Filmmakers tell stories by selecting and emphasizing key details of an audiovisual scene through editing, cinematography and sound design. Such edited film sequences instantaneously transport the viewer through space and time in ways that are physically impossible and, due to their divergence from reality should pose problems for viewer comprehension. However, filmmakers have at their disposal a suite of cinematic techniques that can minimize viewer awareness of the cuts, create the perception of a continuous scene across sequences of shots and maximize comprehension. In this presentation I will cover the empirical evidence of the impact of these techniques on viewers, both experienced and naïve first-time film viewiers. I will outline the Attentional Theory of Cinematic Continuity (AToCC), a theoretical framework that uses empirical evidence of how we attend to, perceive and comprehend real-world audiovisual scenes to explain how filmmakers have co-opted these natural processes when crafting cinematic stories.

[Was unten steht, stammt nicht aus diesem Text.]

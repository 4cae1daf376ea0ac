namespace CaptureZone.Sites.Reading;

/// <summary>A key of a table as its reader declares it: one declaration for reading, checking and telling.</summary>
/// <param name="Key">The key.</param>
/// <param name="Label">What it is, in words for the memo; empty for what is no input of the calculation.</param>
/// <param name="Example">A value as it may be written, shown in complaints.</param>
internal sealed record Field(string Key, string Label, string Example)
{
    /// <summary>Whether the table cannot do without it.</summary>
    public bool Required { get; init; }

    /// <summary>Which values can be computed with.</summary>
    public Limit Limit { get; init; } = Limit.None;

    /// <summary>The example as a TOML value: numbers, dates and lists bare, all else in quotes.</summary>
    public string ExampleValue =>
        Example[0] == '[' || (char.IsAsciiDigit(Example[0]) && !Example.Contains(' ')) ? Example : $"\"{Example}\"";

    /// <summary>Which values are usual.</summary>
    public UsualRange? Usual { get; init; }
}

/// <summary>Which values can be computed with.</summary>
/// <param name="Holds">Whether a value can.</param>
/// <param name="Words">What a value must be.</param>
internal sealed record Limit(Func<double, bool> Holds, string Words)
{
    /// <summary>Any finite value.</summary>
    public static readonly Limit None = new(_ => true, "finite");

    /// <summary>Above 0.</summary>
    public static readonly Limit Positive = new(value => value > 0, "above 0");

    /// <summary>0 or more.</summary>
    public static readonly Limit NotNegative = new(value => value >= 0, "0 or more");

    /// <summary>Above 0, at most 1.</summary>
    public static readonly Limit Share = new(value => value is > 0 and <= 1, "above 0 and at most 1");

    /// <summary>1 or more.</summary>
    public static readonly Limit OneOrMore = new(value => value >= 1, "1 or more");

    /// <summary>A direction on the compass.</summary>
    public static readonly Limit Compass = new(value => value is >= 0 and <= 360, "0 to 360 degrees");
}
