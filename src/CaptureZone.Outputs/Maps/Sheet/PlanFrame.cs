using System.Globalization;
using System.Numerics;
using CaptureZone.Sites;
using SkiaSharp;

namespace CaptureZone.Outputs.Maps;

/// <summary>The plan's frame with the site's coordinates along it, and crosses where they meet inside.</summary>
/// <param name="site">The site.</param>
/// <param name="view">Where places lie on the sheet.</param>
internal sealed class PlanFrame(SiteDocument site, PlanView view)
{
    /// <summary>Room that coordinates need on the left and below, units of the sheet.</summary>
    public const float Room = 104;

    /// <summary>Ticks are at least this far apart, units of the sheet.</summary>
    private const double TickSpacing = 210;

    private const float TickLength = 16;
    private const float CrossArm = 12;
    private const float NumberOffset = 26;
    private const float NameOffset = 74;

    private static readonly TextStyle NumberStyle = new(Look.SmallSize, Look.SoftInk);

    private readonly double _step =
        RoundNumber.NotBelow(TickSpacing / view.Scale / site.Frame.MetresPerUnit);

    /// <summary>Draws the crosses; they lie below everything but the zones' tints.</summary>
    /// <param name="canvas">Where to.</param>
    public void DrawCrosses(IMapCanvas canvas)
    {
        foreach ((_, float x) in Eastings())
        {
            foreach ((_, float y) in Northings())
            {
                canvas.Stroke(
                    new Shape(
                    [
                        new Trace([new(x - CrossArm, y), new(x + CrossArm, y)], false),
                        new Trace([new(x, y - CrossArm), new(x, y + CrossArm)], false),
                    ]),
                    Look.GridPen);
            }
        }
    }

    /// <summary>Draws frame, ticks, numbers and the names of the axes.</summary>
    /// <param name="canvas">Where to.</param>
    public void Draw(IMapCanvas canvas)
    {
        SKRect area = view.Area;
        foreach ((string number, float x) in Eastings())
        {
            canvas.Stroke(Shape.Line(new(x, area.Bottom), new(x, area.Bottom - TickLength)), Look.TickPen);
            canvas.Stroke(Shape.Line(new(x, area.Top), new(x, area.Top + TickLength)), Look.TickPen);
            canvas.Write(new MapText(number, new(x, area.Bottom + NumberOffset), 0, NumberStyle));
        }

        foreach ((string number, float y) in Northings())
        {
            canvas.Stroke(Shape.Line(new(area.Left, y), new(area.Left + TickLength, y)), Look.TickPen);
            canvas.Stroke(Shape.Line(new(area.Right, y), new(area.Right - TickLength, y)), Look.TickPen);
            canvas.Write(new MapText(number, new(area.Left - NumberOffset, y), -90, NumberStyle));
        }

        bool local = site.Coordinates.IsLocal;
        string unit = site.Coordinates.Unit;
        canvas.Write(new MapText($"{(local ? "Local x" : "Easting")}, {unit}", new(area.MidX, area.Bottom + NameOffset), 0, NumberStyle));
        canvas.Write(new MapText($"{(local ? "Local y" : "Northing")}, {unit}", new(area.Left - NameOffset, area.MidY), -90, NumberStyle));
        canvas.Stroke(Shape.Rectangle(area), Look.FramePen);
    }

    private IEnumerable<(string Number, float X)> Eastings() =>
        Ticks(site.Frame.SiteX(new Complex(view.Frame.MinX, 0)), site.Frame.SiteX(new Complex(view.Frame.MaxX, 0)), view.Area.Width)
            .Select(tick => (tick.Number, view.Area.Left + tick.At));

    private IEnumerable<(string Number, float Y)> Northings() =>
        Ticks(site.Frame.SiteY(new Complex(0, view.Frame.MinY)), site.Frame.SiteY(new Complex(0, view.Frame.MaxY)), view.Area.Height)
            .Select(tick => (tick.Number, view.Area.Bottom - tick.At));

    /// <summary>Round coordinates between two others, far enough from the frame's corners that their numbers fit.</summary>
    private IEnumerable<(string Number, float At)> Ticks(double low, double high, float length)
    {
        int decimals = Math.Max(0, -(int)Math.Floor(Math.Log10(_step)));
        string format = string.Create(CultureInfo.InvariantCulture, $"F{decimals}");
        for (double k = Math.Ceiling(low / _step); k * _step <= high; k++)
        {
            string number = (k * _step).ToString(format, CultureInfo.InvariantCulture);
            float at = (float)((k * _step - low) / (high - low) * length), half = Lettering.Width(number, NumberStyle) / 2;
            if (at >= half && at <= length - half)
            {
                yield return (number, at);
            }
        }
    }
}
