using System.Text.Json;
using CaptureZone.Sites.Coordinates;
using NetTopologySuite.Geometries;

namespace CaptureZone.Sites.Reading;

/// <summary>
/// The shape in a GeoJSON file (RFC 7946), in the site's coordinates. Read by hand: what a library takes without a word (another
/// coordinate system, an empty collection, an open ring, infinite numbers) would put a polygon in the wrong place.
/// </summary>
internal sealed class GeoJsonShape
{
    /// <summary>A shape in degrees is smaller than this; one in metres or feet is larger.</summary>
    private const double LargestInDegrees = 1;

    private readonly ProjectedSystem? _projected;

    /// <summary>For a site in a projected system; null for one in local coordinates.</summary>
    private GeoJsonShape(ProjectedSystem? projected) => _projected = projected;

    /// <summary>Reads a file: longitude and latitude, or local coordinates for a site that has those.</summary>
    /// <param name="bytes">The file's bytes.</param>
    /// <param name="system">The site's coordinate system.</param>
    /// <param name="problem">Why it cannot be used, in words that follow the file's name; empty when it can.</param>
    public static Geometry? Read(byte[] bytes, CoordinateSystem system, out string problem)
    {
        try
        {
            ReadOnlyMemory<byte> text = bytes.AsSpan().StartsWith("\uFEFF"u8) ? bytes.AsMemory(3) : bytes;
            using JsonDocument document = JsonDocument.Parse(text);
            Geometry shape = new GeoJsonShape(system as ProjectedSystem).Root(document.RootElement);
            problem = "";
            return shape;
        }
        catch (JsonException failure)
        {
            string line = Words.Number((failure.LineNumber ?? 0) + 1);
            problem = $"is not JSON: see its line {line}";
        }
        catch (UnusableException failure)
        {
            problem = failure.Message;
        }

        return null;
    }

    private Geometry Root(JsonElement root)
    {
        if (root.ValueKind != JsonValueKind.Object)
        {
            throw new UnusableException("is not GeoJSON: it holds no object");
        }

        CheckSystem(root);
        Geometry shape = Shape(root);
        if (shape.IsEmpty)
        {
            throw new UnusableException("holds no shape");
        }

        if (_projected is null && LooksLikeDegrees(shape.EnvelopeInternal))
        {
            throw new UnusableException("seems to be in longitude and latitude, but the site has local coordinates; write it in those");
        }

        return shape;
    }

    private void CheckSystem(JsonElement root)
    {
        if (root.TryGetProperty("crs", out JsonElement crs) && !crs.GetRawText().Contains("CRS84", StringComparison.Ordinal))
        {
            throw new UnusableException(
                "states a coordinate system (\"crs\"); RFC 7946 knows longitude and latitude on WGS 84 only: export it again as such");
        }

        if (_projected is not null && root.TryGetProperty("coordinates", out JsonElement kind) && kind.ValueKind == JsonValueKind.String)
        {
            throw new UnusableException(
                $"has local coordinates, but the site is in {_projected.Name}; export it in longitude and latitude");
        }
    }

    private Geometry Shape(JsonElement json)
    {
        return TypeOf(json) switch
        {
            "FeatureCollection" => Collect(List(json, "features").Select(Shape)),
            "Feature" => json.TryGetProperty("geometry", out JsonElement inner) && inner.ValueKind != JsonValueKind.Null
                ? Shape(inner)
                : Collect([]),
            "GeometryCollection" => Collect(List(json, "geometries").Select(Shape)),
            "Point" => SiteGeometry.Factory.CreatePoint(Position(Member(json, "coordinates"))),
            "MultiPoint" => Collect(List(json, "coordinates").Select(point => SiteGeometry.Factory.CreatePoint(Position(point)))),
            "LineString" => Line(Member(json, "coordinates")),
            "MultiLineString" => Collect(List(json, "coordinates").Select(Line)),
            "Polygon" => Polygon(Member(json, "coordinates")),
            "MultiPolygon" => Collect(List(json, "coordinates").Select(Polygon)),
            { } type => throw new UnusableException($"is not GeoJSON: unknown type {Words.Quote(type)}"),
        };
    }

    private static string TypeOf(JsonElement json) =>
        json.ValueKind == JsonValueKind.Object
        && json.TryGetProperty("type", out JsonElement name)
        && name.ValueKind == JsonValueKind.String
            ? name.GetString()!
            : throw new UnusableException("is not GeoJSON: an object without \"type\"");

    /// <summary>One shape as itself, several as a collection of their kind; nested ones laid flat.</summary>
    private static Geometry Collect(IEnumerable<Geometry> shapes)
    {
        Geometry[] all =
        [
            .. shapes.SelectMany(shape => Enumerable.Range(0, shape.NumGeometries).Select(shape.GetGeometryN)).Where(part => !part.IsEmpty),
        ];
        return SiteGeometry.Factory.BuildGeometry(all);
    }

    private LineString Line(JsonElement json)
    {
        Coordinate[] points = Positions(json);
        return points.Length >= 2
            ? SiteGeometry.Factory.CreateLineString(points)
            : throw new UnusableException("has a line of fewer than two points");
    }

    private Polygon Polygon(JsonElement json)
    {
        LinearRing[] rings = [.. Items(json, "a polygon").Select(Ring)];
        if (rings.Length == 0)
        {
            throw new UnusableException("has a polygon without an outline");
        }

        Polygon polygon = SiteGeometry.Factory.CreatePolygon(rings[0], rings[1..]);
        string problem = SiteGeometry.ProblemOf(polygon);
        return problem.Length == 0 ? polygon : throw new UnusableException($"has an outline that {problem}");
    }

    private LinearRing Ring(JsonElement json)
    {
        Coordinate[] points = Positions(json);
        if (points.Length < 4)
        {
            throw new UnusableException("has an outline of fewer than four positions, the first repeated at the end");
        }

        return points[0].Equals2D(points[^1])
            ? SiteGeometry.Factory.CreateLinearRing(points)
            : throw new UnusableException("has an outline that is not closed; repeat its first position at the end");
    }

    private Coordinate[] Positions(JsonElement json) => [.. Items(json, "a list of positions").Select(Position)];

    private Coordinate Position(JsonElement json)
    {
        JsonElement[] numbers = [.. Items(json, "a position")];
        if (numbers.Length < 2 || !TryNumber(numbers[0], out double x) || !TryNumber(numbers[1], out double y))
        {
            throw new UnusableException($"has a position that is not two numbers: {Words.Short(json.GetRawText())}");
        }

        return _projected is null ? new Coordinate(x, y) : FromLonLat(_projected, x, y);
    }

    private static Coordinate FromLonLat(ProjectedSystem system, double longitude, double latitude)
    {
        if (Math.Abs(longitude) > 180 || Math.Abs(latitude) > 90)
        {
            throw new UnusableException(
                $"has {Words.Place(longitude, latitude)}, which is no longitude and latitude; export it as RFC 7946 (WGS 84) has it");
        }

        (double x, double y) = system.FromLonLat(longitude, latitude);
        return double.IsFinite(x) && double.IsFinite(y)
            ? new Coordinate(x, y)
            : throw new UnusableException($"has {Words.Place(longitude, latitude)}, which {system.Name} cannot show");
    }

    private static bool TryNumber(JsonElement json, out double value)
    {
        value = double.NaN;
        return json.ValueKind == JsonValueKind.Number && json.TryGetDouble(out value) && double.IsFinite(value);
    }

    private static bool LooksLikeDegrees(Envelope all) =>
        all.MinX >= -180 && all.MaxX <= 180 && all.MinY >= -90 && all.MaxY <= 90
        && all.Width < LargestInDegrees && all.Height < LargestInDegrees && all.Width + all.Height > 0;

    private static IEnumerable<JsonElement> List(JsonElement json, string member) => Items(Member(json, member), $"\"{member}\"");

    private static JsonElement Member(JsonElement json, string name) =>
        json.TryGetProperty(name, out JsonElement member) ? member : throw new UnusableException($"is not GeoJSON: \"{name}\" is missing");

    private static IEnumerable<JsonElement> Items(JsonElement json, string what) =>
        json.ValueKind == JsonValueKind.Array
            ? json.EnumerateArray()
            : throw new UnusableException($"is not GeoJSON: {what} must be a list");

    private sealed class UnusableException(string message) : Exception(message);
}
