using CaptureZone.Sites.Coordinates;
using NetTopologySuite.Geometries;

namespace CaptureZone.Sites.Reading;

/// <summary>Checks that all places of a file can be places of one site.</summary>
internal static class PlaceChecks
{
    /// <summary>Places farther than this from the others are no part of a site that one aquifer describes, m.</summary>
    private const double FarthestPlace = 100_000;

    /// <summary>Complains of longitude and latitude, and warns of what lies far from the rest.</summary>
    /// <param name="site">What all readers share.</param>
    public static void Check(SiteContext site)
    {
        if (site.Coordinates is not { } system || site.Places.Count == 0)
        {
            return;
        }

        // One is enough: all places of a file are given in the same way.
        foreach ((Coordinate at, int offset) in Each(site))
        {
            if (system.ProblemWith(at.X, at.Y) is { } problem)
            {
                site.Complaints.Error(offset, problem);
                return;
            }
        }

        WarnOfFar(site, FarthestPlace / system.MetresPerUnit);
    }

    /// <summary>Which zone fits, in words that end a complaint; empty where the places are no longitude and latitude.</summary>
    /// <param name="site">What all readers share.</param>
    public static string ZoneHint(SiteContext site)
    {
        (Coordinate at, int _) = Each(site).FirstOrDefault(place => Math.Abs(place.At.X) <= 180 && Math.Abs(place.At.Y) <= 90);
        return at is not null && CoordinateSystems.UtmSuggestion(at.X, at.Y) is { } zone
            ? $"; for {Words.Place(at.X, at.Y)} that is {zone}"
            : "";
    }

    private static IEnumerable<(Coordinate At, int Offset)> Each(SiteContext site) =>
        site.Places
            .SelectMany(places => places.Points.Select((point, index) => (At: point, Offset: places.OffsetOf(index))))
            .OrderBy(place => place.Offset);

    /// <summary>One warning for each value that holds a place far from the value that has most others near it.</summary>
    private static void WarnOfFar(SiteContext site, double farthest)
    {
        Coordinate middle = site.Places
            .Select(places => places.Points[0])
            .MaxBy(point => site.Places.Count(other => other.Points[0].Distance(point) <= farthest))!;
        foreach (WrittenPlaces places in site.Places)
        {
            int index = places.Points.ToList().FindIndex(point => point.Distance(middle) > farthest);
            if (index >= 0)
            {
                Coordinate far = places.Points[index];
                site.Complaints.Warn(
                    places.OffsetOf(index),
                    $"{Words.Place(far.X, far.Y)} lies more than 100 km from the rest of the site; "
                    + "are x and y swapped, or is a digit missing?");
            }
        }
    }
}
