using CaptureZone.Sites.Reading.Toml;

namespace CaptureZone.Sites.Reading;

/// <summary>Tables within a table.</summary>
internal sealed partial class TableReader
{
    /// <summary>The table of which a site has one, <c>[name]</c>; null when it is not given.</summary>
    /// <param name="name">Its name.</param>
    /// <param name="required">Whether a site cannot do without it.</param>
    public TableReader? One(string name, bool required = false) =>
        Raw(name, required) is { } inner ? new TableReader(site, inner, $"[{name}]", PathOf(name)) : null;

    /// <summary>A table that is not given, for readers whose keys are all optional.</summary>
    /// <param name="name">Its name.</param>
    public TableReader Nothing(string name) => new(site, new TomlTable(table.Start, table.End), $"[{name}]", PathOf(name));

    /// <summary>The tree of a table of which a site has one; null when it is not given.</summary>
    /// <param name="name">Its name.</param>
    /// <param name="required">Whether a site cannot do without it.</param>
    public TomlTable? Raw(string name, bool required = false)
    {
        TomlEntry? entry = Find(name);
        switch (entry?.Value)
        {
            case TomlTable inner:
                return inner;
            case null:
                if (required)
                {
                    Missing(name, $"{title} lacks the table [{name}]");
                }

                return null;
            default:
                site.MissingPaths.Add(PathOf(name));
                ErrorAtKey(name, $"{name} must be a table, written once as [{name}]; found {Described(entry.Value)}");
                return null;
        }
    }

    /// <summary>The tables of which a site has any number, <c>[[name]]</c>.</summary>
    /// <param name="name">Their name.</param>
    /// <param name="namesDiffer">Whether each must have a name of its own.</param>
    public IReadOnlyList<TableReader> Many(string name, bool namesDiffer = false)
    {
        TomlTable[] tables;
        switch (Find(name)?.Value)
        {
            case null:
                return [];
            case TomlTables many:
                tables = [.. many.Items];
                break;
            case TomlArray list when list.Items.All(item => item is TomlTable):
                tables = [.. list.Items.Cast<TomlTable>()];
                break;
            case { } other:
                site.MissingPaths.Add(PathOf(name));
                ErrorAtKey(name, $"{name} must be written [[{name}]], once for each; found {Described(other)}");
                return [];
        }

        if (namesDiffer)
        {
            CheckNames(name, tables);
        }

        string PathOfItem(int index) => $"{PathOf(name)}.{NameOf(tables[index])?.Value ?? Words.Number(index + 1)}";
        return [.. tables.Select((inner, index) => new TableReader(site, inner, $"[[{name}]]", PathOfItem(index)))];
    }

    /// <summary>Adds an error at a key, rather than at its value.</summary>
    /// <param name="key">The key.</param>
    /// <param name="text">What is wrong and how to mend it.</param>
    public void ErrorAtKey(string key, string text) => site.Complaints.Error(Find(key)?.Start ?? table.Start, text);

    private void CheckNames(string kind, TomlTable[] tables)
    {
        Dictionary<string, TomlText> first = new(StringComparer.Ordinal);
        foreach (TomlText name in tables.Select(NameOf).OfType<TomlText>())
        {
            if (!first.TryAdd(name.Value, name))
            {
                string line = Words.Number(site.Complaints.Source.PlaceOf(first[name.Value].Start).Line);
                site.Complaints.Error(
                    name.Start,
                    $"the name {Words.Quote(name.Value)} is already taken on line {line}; every [[{kind}]] needs a name of its own");
            }
        }
    }

    private static TomlText? NameOf(TomlTable table) => table.Find("name")?.Value as TomlText;

    private static string Described(TomlNode node) => node switch
    {
        TomlTables => "double brackets",
        TomlTable => "single brackets",
        _ => Words.KindOf(node),
    };
}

I will argue that in order for us to understand continuity editing we need to understand the role of the viewer in the perceptual construction of a film. What is „flowing“ from shot to shot is viewer cognition: what they are attending to, what they are perceiving, and what they are expecting. Continuity editing rules such as Match On Action, POV cuts, Shot/reverse-shot, and 180° Rule use natural attentional cues such as off-screen sounds, conversational turns, motion, gaze cues, and pointing gestures to trigger attentional shifts across cuts. The combination of attentional cues pre-cut, and matching minimal expectations post-cut allow viewer cognition to precede seamlessly from shot to shot, scene to scene, sequence to sequence, and across the entire narrative.